*** Available data ***
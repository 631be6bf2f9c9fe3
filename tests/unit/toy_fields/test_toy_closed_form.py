"""Exact statistics of the closed-form flows against numpy on their own datasets, on every arrangement."""

from __future__ import annotations

import numpy as np
import pytest

from toy_fields.closed_form.cellular import Cellular
from toy_fields.closed_form.layout import ARRANGEMENTS, Arrangement, Flow, dataset, divergence
from toy_fields.closed_form.lines import ConvergenceLines
from toy_fields.closed_form.roll import Roll
from toy_fields.closed_form.simple import AbcFlow, LinearShear, PureStrain, SolidRotation
from toy_fields.errors import ToyRequestError
from toy_fields.solver.grid import Grid

GRID = Grid(nx=24, ny=32, nz=16, length_x=120.0, length_y=200.0, depth=50.0)
ROLL = Roll(depth=50.0, wavelength=100.0, shear=0.001)
CELLULAR = Cellular(k=2 * np.pi / 60.0, l=2 * np.pi / 100.0, m=np.pi / 50.0)
LINES = ConvergenceLines(2, -3, 120.0, 200.0, 50.0, harmonic=0.4, speed=0.1, jet=0.02)
SOLENOIDAL = (ROLL, CELLULAR, LINES)


def profile_variance(values: np.ndarray) -> np.ndarray:
    return values.var(axis=(2, 3))[0]


@pytest.mark.parametrize("arrangement", ARRANGEMENTS)
@pytest.mark.parametrize("flow", SOLENOIDAL, ids=lambda flow: type(flow).__name__)
def test_discretely_free_of_divergence(flow: Roll | Cellular | ConvergenceLines, arrangement: Arrangement) -> None:
    discrete = dataset(flow.on_grid(GRID, arrangement), GRID, arrangement)
    scale = np.abs(np.diff(discrete["w"].values, axis=1)).max() / GRID.dz
    if isinstance(flow, ConvergenceLines):
        # The jet runs along the lines of the continuum: leave it out where differences turn the wavevector.
        without = ConvergenceLines(2, -3, 120.0, 200.0, 50.0, harmonic=0.4)
        discrete = dataset(without.on_grid(GRID, arrangement), GRID, arrangement)
    assert np.abs(divergence(discrete)).max() < 1e-13 * scale
    continuum = dataset(flow, GRID, arrangement)
    assert np.abs(divergence(continuum)).max() > 1e-4 * scale


@pytest.mark.parametrize("arrangement", ARRANGEMENTS)
@pytest.mark.parametrize("flow", (ROLL, CELLULAR), ids=lambda flow: type(flow).__name__)
def test_variances(flow: Roll | Cellular, arrangement: Arrangement) -> None:
    discrete = flow.on_grid(GRID, arrangement)
    fields = dataset(discrete, GRID, arrangement)
    for name, exact in (("u", discrete.variance_u), ("v", discrete.variance_v), ("w", discrete.variance_w)):
        z = fields[fields[name].dims[1]].values
        assert profile_variance(fields[name].values) == pytest.approx(exact(z), rel=1e-12, abs=1e-18), name


def test_fluxes_of_the_roll() -> None:
    fields = dataset(ROLL, GRID, "collocated")
    u, w = fields["u"].values[0], fields["w"].values[0]
    z = fields["z"].values
    flux = ((u - u.mean(axis=(1, 2), keepdims=True)) * w).mean(axis=(1, 2))
    assert flux == pytest.approx(ROLL.flux_uw(z), rel=1e-12)
    assert np.all(ROLL.flux_uw(z) < 0), "jets in the downwelling carry momentum down"
    assert ROLL.shear_production(z) == pytest.approx(-flux * 0.001, rel=1e-12)
    y = fields["y"].values[None, :, None]
    buoyancy = 2e-4 * np.cos(ROLL.l * y) * np.exp(ROLL.jet_decay * z[:, None, None])
    assert (buoyancy * w).mean(axis=(1, 2)) == pytest.approx(ROLL.buoyancy_flux(z, 2e-4), rel=1e-12)


def test_vorticity_and_tilting_of_the_roll() -> None:
    # second-order differences of the flow itself on a fine grid, away from the edges
    y = np.linspace(0, 100, 801)[None, :]
    z = np.linspace(-50, 0, 401)[:, None]
    zero = np.zeros_like(y)
    u, v, w = ROLL.u(zero, y, z), ROLL.v(zero, y, z), ROLL.w(zero, y, z)

    def d(values: np.ndarray, axis: int) -> np.ndarray:
        return np.gradient(values, (z[:, 0], y[0])[axis], axis=axis, edge_order=2)

    omega = (d(w, 1) - d(v, 0), d(u, 0), -d(u, 1))
    exact = ROLL.vorticity(y, z)
    for found, expected in zip(omega, exact, strict=True):
        assert np.max(np.abs(found - expected)) < 1e-4 * np.max(np.abs(expected))
    tilting = [exact[1] * d(c, 1) + exact[2] * d(c, 0) for c in (u, v, w)]
    expected = ROLL.stretching_and_tilting(y, z)
    for n in (1, 2):
        assert np.max(np.abs(tilting[n] - expected[n])) < 2e-4 * np.max(np.abs(expected[n]))
    # streamwise enstrophy production by the Stokes drift: mean over y of omega_x times the tilting
    product = (exact[0] * ROLL.stokes_tilting(y, z, 0.068, 0.1))[:, :-1].mean(axis=1)
    expected_production = ROLL.stokes_enstrophy_production(z[:, 0], 0.068, 0.1)
    assert product == pytest.approx(expected_production, rel=1e-10, abs=1e-22)
    assert np.all(expected_production[1:-1] > 0)


def test_discrete_vorticity_of_the_roll() -> None:
    # Differences on the C-grid equal the analytic form with effective wavenumbers: omega_x = -W (l~ + m m~ / l) at yz-edges
    # for the continuum amplitude of v (derived in closed form, to round-off).
    fields = dataset(ROLL, GRID, "staggered")
    v, w = fields["v"].values[0], fields["w"].values[0]
    w_y = (w - np.roll(w, 1, axis=1)) / GRID.dy
    v_z = np.diff(v, axis=0) / GRID.dz
    omega = w_y[1:-1] - v_z
    l2 = 2 * np.sin(ROLL.l * GRID.dy / 2) / GRID.dy
    m2 = 2 * np.sin(ROLL.m * GRID.dz / 2) / GRID.dz
    y, z = fields["y_face"].values[None, :, None], fields["z_face"].values[1:-1, None, None]
    exact = -ROLL.vertical_amplitude * (l2 + ROLL.m * m2 / ROLL.l) * np.sin(ROLL.l * y) * np.sin(ROLL.m * z)
    assert omega == pytest.approx(np.broadcast_to(exact, omega.shape), abs=1e-14)


def test_cellular_volume_means() -> None:
    grid = Grid(32, 32, 32, 120.0, 200.0, 100.0)
    x, y, z = grid.x[None, None, :], grid.y[None, :, None], grid.z[:, None, None]
    flow = Cellular(k=2 * np.pi / 60.0, l=2 * np.pi / 100.0, m=2 * np.pi / 50.0)
    omega = flow.vorticity(x, y, z)
    assert [np.mean(o**2) for o in omega] == pytest.approx(flow.enstrophy_components(), rel=1e-12)
    energy = 0.5 * sum(np.mean(c(x, y, z) ** 2) for c in (flow.u, flow.v, flow.w))
    assert energy == pytest.approx(flow.kinetic_energy(), rel=1e-12)
    assert flow.dissipation_over_viscosity() == pytest.approx(sum(flow.enstrophy_components()), rel=1e-12)
    stretching = flow.stretching_and_tilting(x, y, z)
    production = sum(np.mean(o * s) for o, s in zip(omega, stretching, strict=True))
    assert abs(production) < 1e-12 * np.abs(stretching[2]).max()
    gradient = 0.01 * np.exp(0.2 * z)
    assert flow.stokes_tilting(x, y, z, gradient) == pytest.approx(omega[2] * gradient, rel=1e-14)


def test_lines() -> None:
    fields = dataset(LINES, GRID, "collocated", times=(0.0, 40.0))
    z = fields["z"].values
    u, v, w = (fields[name].values for name in "uvw")
    assert profile_variance(w) == pytest.approx(LINES.variance_w(z), rel=1e-12)
    axis = np.deg2rad(LINES.axis)
    along, across = u * np.cos(axis) + v * np.sin(axis), -u * np.sin(axis) + v * np.cos(axis)
    assert profile_variance(across) == pytest.approx(LINES.variance_across(z), rel=1e-12)
    assert profile_variance(along) == pytest.approx(LINES.variance_along(z), rel=1e-12)
    # The wavevector (2, -3) in a box 120 m by 200 m: k = 2/120, l = -3/200 cycles per metre.
    assert LINES.spacing == pytest.approx(1 / np.hypot(2 / 120, 3 / 200))
    assert np.cos(np.deg2rad(LINES.axis)) * 2 / 120 - np.sin(np.deg2rad(LINES.axis)) * 3 / 200 == pytest.approx(0, abs=1e-15)
    assert -90 < LINES.axis <= 90
    # Downwelling on the lines, surface convergence there, and the pattern moves at its speed.
    top = w[0, -1]
    assert top.flat[np.argmin(np.abs(np.angle(np.exp(1j * LINES.phase(GRID.x[None], GRID.y[:, None], 0.0)))))] < 0
    shift = LINES.speed * 40.0
    unit = np.array([LINES.k, LINES.l]) / LINES.wavenumber
    x, y = GRID.x[None, None] - shift * unit[0], GRID.y[None, :, None] - shift * unit[1]
    moved = LINES.w(x, y, z[:, None, None], 0.0)
    assert w[1] == pytest.approx(moved, abs=1e-15)


@pytest.mark.parametrize(
    ("waves", "axis"),
    [((0, 3), 0.0), ((3, 0), 90.0), ((1, -1), 45.0), ((1, 1), -45.0), ((1, 5), -11.309932), ((-1, 5), 11.309932)],
)
def test_axis_of_lines(waves: tuple[int, int], axis: float) -> None:
    # wavevector (1, 5) in a square box: 78.690068 degrees, axis -11.309932 (derived in closed form)
    assert ConvergenceLines(*waves, 300.0, 300.0, 50.0).axis == pytest.approx(axis, abs=1e-6)


def test_abc_flow_is_its_own_vorticity() -> None:
    flow = AbcFlow(wavenumber=0.1)
    n, length = 32, 2 * np.pi / 0.1
    p = np.arange(n) * length / n
    x, y, z = p[None, None, :], p[None, :, None], p[:, None, None]
    shape = (n, n, n)
    u, v, w = (np.broadcast_to(c(x, y, z), shape) for c in (flow.u, flow.v, flow.w))
    k = 2 * np.pi * np.fft.fftfreq(n, length / n)

    def d(values: np.ndarray, axis: int) -> np.ndarray:
        shaped = k.reshape([-1 if a == axis else 1 for a in range(3)])
        return np.fft.ifft(1j * shaped * np.fft.fft(values, axis=axis), axis=axis).real

    omega = (d(w, 1) - d(v, 0), d(u, 0) - d(w, 2), d(v, 2) - d(u, 1))
    for found, expected in zip(omega, flow.vorticity(x, y, z), strict=True):
        assert found == pytest.approx(np.broadcast_to(expected, shape), abs=1e-13)
    assert 0.5 * np.mean(u**2 + v**2 + w**2) == pytest.approx(flow.kinetic_energy(), rel=1e-12)


def test_rotation_strain_and_shear() -> None:
    grid = Grid(8, 8, 4, 8.0, 8.0, 4.0)
    for flow, vorticity, q in ((SolidRotation(0.3), 0.6, 0.09), (PureStrain(0.2), 0.0, -0.04)):
        fields = dataset(flow, grid, "collocated")
        u, v = fields["u"].values[0], fields["v"].values[0]
        u_x, u_y = np.gradient(u, grid.dx, axis=2), np.gradient(u, grid.dy, axis=1)
        v_x, v_y = np.gradient(v, grid.dx, axis=2), np.gradient(v, grid.dy, axis=1)
        assert v_x - u_y == pytest.approx(np.full(u.shape, vorticity), abs=1e-13)
        assert -0.5 * (u_x**2 + v_y**2 + 2 * u_y * v_x) == pytest.approx(np.full(u.shape, q), abs=1e-13)
        assert flow.q() == pytest.approx(q)
    shear = dataset(LinearShear(0.01, -0.02, 0.1), grid, "staggered")
    assert shear["u"].values[0, :, 0, 0] == pytest.approx(0.01 * grid.z + 0.1)
    assert shear["v"].values.std(axis=(2, 3)) == pytest.approx(np.zeros((1, 4)))
    assert np.all(shear["w"].values == 0)


@pytest.mark.parametrize("flow", (*SOLENOIDAL, LinearShear(0.01)), ids=lambda flow: type(flow).__name__)
@pytest.mark.parametrize("arrangement", ARRANGEMENTS)
def test_datasets_are_canonical(flow: Flow, arrangement: Arrangement) -> None:
    fields = dataset(flow, GRID, arrangement, times=(0.0, 60.0), dtype="float32", friction_velocity=0.006)
    staggered = arrangement == "staggered"
    assert fields["u"].dims == ("time", "z", "y", "x_face" if staggered else "x")
    assert fields["v"].dims == ("time", "z", "y_face" if staggered else "y", "x")
    assert fields["w"].dims == ("time", "z" if arrangement == "collocated" else "z_face", "y", "x")
    assert fields["u"].dtype == np.float32 and fields["w"].attrs["units"] == "m s-1"
    assert fields.attrs["friction_velocity"] == 0.006 and fields.attrs["velocity_kind"] == "eulerian"
    if staggered:
        assert fields["x_face"].values[0] == 0.0 and fields.sizes["x_face"] == GRID.nx
    if arrangement != "collocated":
        assert fields.sizes["z_face"] == GRID.nz + 1 and fields["z_face"].values[-1] == 0.0


def test_unknown_arrangement() -> None:
    with pytest.raises(ToyRequestError, match="staggered"):
        dataset(ROLL, GRID, "triangular")  # type: ignore[arg-type]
*** End of Available data ***
Your assignment: Only one stretch of the data above is needed. Restate it word for word, from the line containing "buoyancy = 2e-4" through the line containing "def test_discrete_vorticity_of_the_roll() ->", both ends included.

Your response:
    buoyancy = 2e-4 * np.cos(ROLL.l * y) * np.exp(ROLL.jet_decay * z[:, None, None])
    assert (buoyancy * w).mean(axis=(1, 2)) == pytest.approx(ROLL.buoyancy_flux(z, 2e-4), rel=1e-12)


def test_vorticity_and_tilting_of_the_roll() -> None:
    # second-order differences of the flow itself on a fine grid, away from the edges
    y = np.linspace(0, 100, 801)[None, :]
    z = np.linspace(-50, 0, 401)[:, None]
    zero = np.zeros_like(y)
    u, v, w = ROLL.u(zero, y, z), ROLL.v(zero, y, z), ROLL.w(zero, y, z)

    def d(values: np.ndarray, axis: int) -> np.ndarray:
        return np.gradient(values, (z[:, 0], y[0])[axis], axis=axis, edge_order=2)

    omega = (d(w, 1) - d(v, 0), d(u, 0), -d(u, 1))
    exact = ROLL.vorticity(y, z)
    for found, expected in zip(omega, exact, strict=True):
        assert np.max(np.abs(found - expected)) < 1e-4 * np.max(np.abs(expected))
    tilting = [exact[1] * d(c, 1) + exact[2] * d(c, 0) for c in (u, v, w)]
    expected = ROLL.stretching_and_tilting(y, z)
    for n in (1, 2):
        assert np.max(np.abs(tilting[n] - expected[n])) < 2e-4 * np.max(np.abs(expected[n]))
    # streamwise enstrophy production by the Stokes drift: mean over y of omega_x times the tilting
    product = (exact[0] * ROLL.stokes_tilting(y, z, 0.068, 0.1))[:, :-1].mean(axis=1)
    expected_production = ROLL.stokes_enstrophy_production(z[:, 0], 0.068, 0.1)
    assert product == pytest.approx(expected_production, rel=1e-10, abs=1e-22)
    assert np.all(expected_production[1:-1] > 0)


def test_discrete_vorticity_of_the_roll() -> None:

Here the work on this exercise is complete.